| DATA EXTRACTS |

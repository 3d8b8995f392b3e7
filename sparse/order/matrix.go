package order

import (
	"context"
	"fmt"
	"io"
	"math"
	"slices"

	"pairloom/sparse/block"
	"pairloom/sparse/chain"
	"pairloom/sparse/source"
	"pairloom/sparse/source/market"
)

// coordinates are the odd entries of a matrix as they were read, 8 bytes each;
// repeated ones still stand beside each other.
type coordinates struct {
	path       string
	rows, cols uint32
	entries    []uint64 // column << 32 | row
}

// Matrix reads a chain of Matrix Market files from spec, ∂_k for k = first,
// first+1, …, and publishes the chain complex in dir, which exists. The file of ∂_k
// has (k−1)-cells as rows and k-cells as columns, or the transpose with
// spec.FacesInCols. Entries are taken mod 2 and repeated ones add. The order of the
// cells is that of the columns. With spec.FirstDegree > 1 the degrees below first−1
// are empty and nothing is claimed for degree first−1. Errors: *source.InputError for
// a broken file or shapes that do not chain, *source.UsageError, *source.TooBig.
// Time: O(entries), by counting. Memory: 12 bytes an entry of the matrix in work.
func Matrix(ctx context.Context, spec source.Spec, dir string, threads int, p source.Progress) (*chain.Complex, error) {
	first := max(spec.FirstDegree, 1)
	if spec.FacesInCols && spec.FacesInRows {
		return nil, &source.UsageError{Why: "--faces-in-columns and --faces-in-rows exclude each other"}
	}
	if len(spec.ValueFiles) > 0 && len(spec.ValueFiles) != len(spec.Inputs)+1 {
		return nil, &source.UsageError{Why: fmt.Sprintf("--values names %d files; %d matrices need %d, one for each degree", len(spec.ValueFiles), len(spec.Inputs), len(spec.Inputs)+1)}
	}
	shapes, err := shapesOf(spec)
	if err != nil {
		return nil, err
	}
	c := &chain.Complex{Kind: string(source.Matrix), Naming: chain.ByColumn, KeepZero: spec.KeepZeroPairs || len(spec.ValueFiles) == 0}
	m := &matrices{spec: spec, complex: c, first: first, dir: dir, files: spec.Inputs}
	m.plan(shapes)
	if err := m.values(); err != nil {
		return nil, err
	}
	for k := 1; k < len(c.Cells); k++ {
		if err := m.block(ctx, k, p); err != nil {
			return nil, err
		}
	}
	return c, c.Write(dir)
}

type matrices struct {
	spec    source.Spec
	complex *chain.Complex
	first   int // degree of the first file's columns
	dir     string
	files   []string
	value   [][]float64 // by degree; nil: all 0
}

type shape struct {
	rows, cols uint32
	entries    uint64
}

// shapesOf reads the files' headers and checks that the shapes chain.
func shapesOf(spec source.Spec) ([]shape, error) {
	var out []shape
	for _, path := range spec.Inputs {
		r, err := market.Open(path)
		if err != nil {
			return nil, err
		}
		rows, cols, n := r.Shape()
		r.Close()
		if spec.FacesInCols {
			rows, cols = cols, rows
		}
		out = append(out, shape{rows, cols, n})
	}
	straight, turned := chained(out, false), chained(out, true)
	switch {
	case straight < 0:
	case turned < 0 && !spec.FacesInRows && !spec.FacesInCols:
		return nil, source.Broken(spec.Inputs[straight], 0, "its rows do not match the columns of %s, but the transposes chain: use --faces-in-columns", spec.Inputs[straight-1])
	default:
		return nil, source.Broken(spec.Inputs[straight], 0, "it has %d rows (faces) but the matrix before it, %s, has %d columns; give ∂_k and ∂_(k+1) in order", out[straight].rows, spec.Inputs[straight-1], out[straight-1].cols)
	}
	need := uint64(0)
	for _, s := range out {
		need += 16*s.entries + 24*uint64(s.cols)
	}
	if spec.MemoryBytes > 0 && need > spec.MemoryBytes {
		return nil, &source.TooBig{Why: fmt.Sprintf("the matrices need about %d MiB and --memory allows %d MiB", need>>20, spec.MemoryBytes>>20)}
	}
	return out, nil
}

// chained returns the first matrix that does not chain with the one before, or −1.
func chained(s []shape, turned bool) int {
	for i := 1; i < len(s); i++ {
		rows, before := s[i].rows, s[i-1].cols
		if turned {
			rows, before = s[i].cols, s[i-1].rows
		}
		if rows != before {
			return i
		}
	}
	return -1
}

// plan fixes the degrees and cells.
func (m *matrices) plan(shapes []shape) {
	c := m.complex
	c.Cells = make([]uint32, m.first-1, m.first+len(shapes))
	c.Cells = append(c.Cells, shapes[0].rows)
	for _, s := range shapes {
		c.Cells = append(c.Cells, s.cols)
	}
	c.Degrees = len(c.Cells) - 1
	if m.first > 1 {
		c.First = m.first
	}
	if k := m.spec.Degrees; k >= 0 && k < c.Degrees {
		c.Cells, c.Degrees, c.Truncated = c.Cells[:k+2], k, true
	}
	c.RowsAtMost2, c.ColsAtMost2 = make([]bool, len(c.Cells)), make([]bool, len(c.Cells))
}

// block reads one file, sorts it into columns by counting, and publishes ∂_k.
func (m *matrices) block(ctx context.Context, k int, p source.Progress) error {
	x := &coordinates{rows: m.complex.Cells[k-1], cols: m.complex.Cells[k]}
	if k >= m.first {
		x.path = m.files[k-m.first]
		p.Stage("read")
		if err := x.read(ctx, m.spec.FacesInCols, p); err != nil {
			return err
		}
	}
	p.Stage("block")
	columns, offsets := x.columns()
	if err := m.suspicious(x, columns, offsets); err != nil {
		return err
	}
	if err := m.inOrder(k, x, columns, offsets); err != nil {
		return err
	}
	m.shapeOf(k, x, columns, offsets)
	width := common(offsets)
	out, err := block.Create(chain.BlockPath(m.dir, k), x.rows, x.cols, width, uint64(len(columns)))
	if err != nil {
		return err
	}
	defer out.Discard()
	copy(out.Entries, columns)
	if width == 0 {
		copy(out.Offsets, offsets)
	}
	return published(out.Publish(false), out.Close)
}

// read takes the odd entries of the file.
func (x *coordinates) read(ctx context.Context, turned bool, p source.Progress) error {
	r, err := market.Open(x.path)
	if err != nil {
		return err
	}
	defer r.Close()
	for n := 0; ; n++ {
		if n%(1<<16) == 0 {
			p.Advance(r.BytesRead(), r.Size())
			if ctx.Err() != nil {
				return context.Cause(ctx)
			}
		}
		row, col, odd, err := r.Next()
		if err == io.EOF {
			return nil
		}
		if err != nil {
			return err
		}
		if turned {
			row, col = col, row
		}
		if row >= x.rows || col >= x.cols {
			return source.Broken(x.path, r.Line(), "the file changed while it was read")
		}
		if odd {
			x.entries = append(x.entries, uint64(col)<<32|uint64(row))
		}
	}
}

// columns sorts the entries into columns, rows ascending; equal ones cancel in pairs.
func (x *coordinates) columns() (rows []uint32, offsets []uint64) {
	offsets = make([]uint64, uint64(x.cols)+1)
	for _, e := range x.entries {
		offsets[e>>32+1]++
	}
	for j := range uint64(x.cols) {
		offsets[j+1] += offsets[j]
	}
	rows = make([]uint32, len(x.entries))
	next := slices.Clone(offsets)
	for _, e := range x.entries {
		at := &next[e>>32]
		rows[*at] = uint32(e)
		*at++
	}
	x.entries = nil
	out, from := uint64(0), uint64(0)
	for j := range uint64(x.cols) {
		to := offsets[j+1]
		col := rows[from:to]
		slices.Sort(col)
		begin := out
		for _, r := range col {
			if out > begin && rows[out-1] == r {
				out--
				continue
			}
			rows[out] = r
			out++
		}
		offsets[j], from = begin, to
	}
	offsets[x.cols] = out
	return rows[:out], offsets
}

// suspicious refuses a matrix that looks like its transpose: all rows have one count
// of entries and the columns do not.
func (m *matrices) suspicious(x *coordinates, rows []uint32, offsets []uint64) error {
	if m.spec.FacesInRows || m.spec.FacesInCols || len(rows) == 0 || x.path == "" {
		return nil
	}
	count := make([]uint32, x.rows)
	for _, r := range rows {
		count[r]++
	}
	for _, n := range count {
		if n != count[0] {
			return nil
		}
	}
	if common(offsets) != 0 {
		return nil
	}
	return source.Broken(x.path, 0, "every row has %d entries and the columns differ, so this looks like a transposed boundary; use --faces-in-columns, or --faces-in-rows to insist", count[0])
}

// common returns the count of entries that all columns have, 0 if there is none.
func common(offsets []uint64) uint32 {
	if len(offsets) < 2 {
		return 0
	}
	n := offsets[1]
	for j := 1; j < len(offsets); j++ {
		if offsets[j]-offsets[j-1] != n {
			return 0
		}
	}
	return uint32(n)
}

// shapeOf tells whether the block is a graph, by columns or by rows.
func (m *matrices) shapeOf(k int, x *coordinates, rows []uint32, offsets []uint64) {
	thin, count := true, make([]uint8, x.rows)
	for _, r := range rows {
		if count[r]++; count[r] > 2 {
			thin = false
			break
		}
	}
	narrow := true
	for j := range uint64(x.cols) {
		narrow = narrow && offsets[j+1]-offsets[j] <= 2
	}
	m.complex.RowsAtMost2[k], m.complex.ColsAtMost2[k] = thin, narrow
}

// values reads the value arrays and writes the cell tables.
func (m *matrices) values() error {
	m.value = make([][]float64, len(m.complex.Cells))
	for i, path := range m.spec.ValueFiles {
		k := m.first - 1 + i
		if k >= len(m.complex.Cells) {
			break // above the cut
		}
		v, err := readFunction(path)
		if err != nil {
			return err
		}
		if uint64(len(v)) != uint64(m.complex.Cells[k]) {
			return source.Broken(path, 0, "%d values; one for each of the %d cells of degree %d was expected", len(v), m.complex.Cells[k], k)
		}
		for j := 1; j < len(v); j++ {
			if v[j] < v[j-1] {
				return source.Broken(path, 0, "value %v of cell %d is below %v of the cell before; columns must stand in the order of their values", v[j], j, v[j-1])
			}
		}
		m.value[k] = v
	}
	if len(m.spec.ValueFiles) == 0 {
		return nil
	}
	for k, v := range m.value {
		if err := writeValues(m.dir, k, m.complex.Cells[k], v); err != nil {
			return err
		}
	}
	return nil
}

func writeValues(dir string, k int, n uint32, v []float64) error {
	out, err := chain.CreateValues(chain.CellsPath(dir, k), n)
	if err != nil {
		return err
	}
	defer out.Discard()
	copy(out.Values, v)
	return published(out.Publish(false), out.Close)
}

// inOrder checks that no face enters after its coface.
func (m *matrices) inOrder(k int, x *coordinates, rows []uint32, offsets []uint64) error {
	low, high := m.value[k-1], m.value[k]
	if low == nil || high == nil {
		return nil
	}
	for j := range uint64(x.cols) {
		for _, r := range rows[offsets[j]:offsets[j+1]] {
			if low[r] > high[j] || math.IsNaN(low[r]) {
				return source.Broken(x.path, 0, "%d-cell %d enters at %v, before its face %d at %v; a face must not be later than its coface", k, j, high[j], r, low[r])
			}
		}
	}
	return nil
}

| TASK BRIEF |
What lines above hold the word "that"? List them all.

| ANSWER SPACE |
// cells is that of the columns. With spec.FirstDegree > 1 the degrees below first−1
// a broken file or shapes that do not chain, *source.UsageError, *source.TooBig.
// shapesOf reads the files' headers and checks that the shapes chain.
// chained returns the first matrix that does not chain with the one before, or −1.
// suspicious refuses a matrix that looks like its transpose: all rows have one count
// common returns the count of entries that all columns have, 0 if there is none.
// inOrder checks that no face enters after its coface.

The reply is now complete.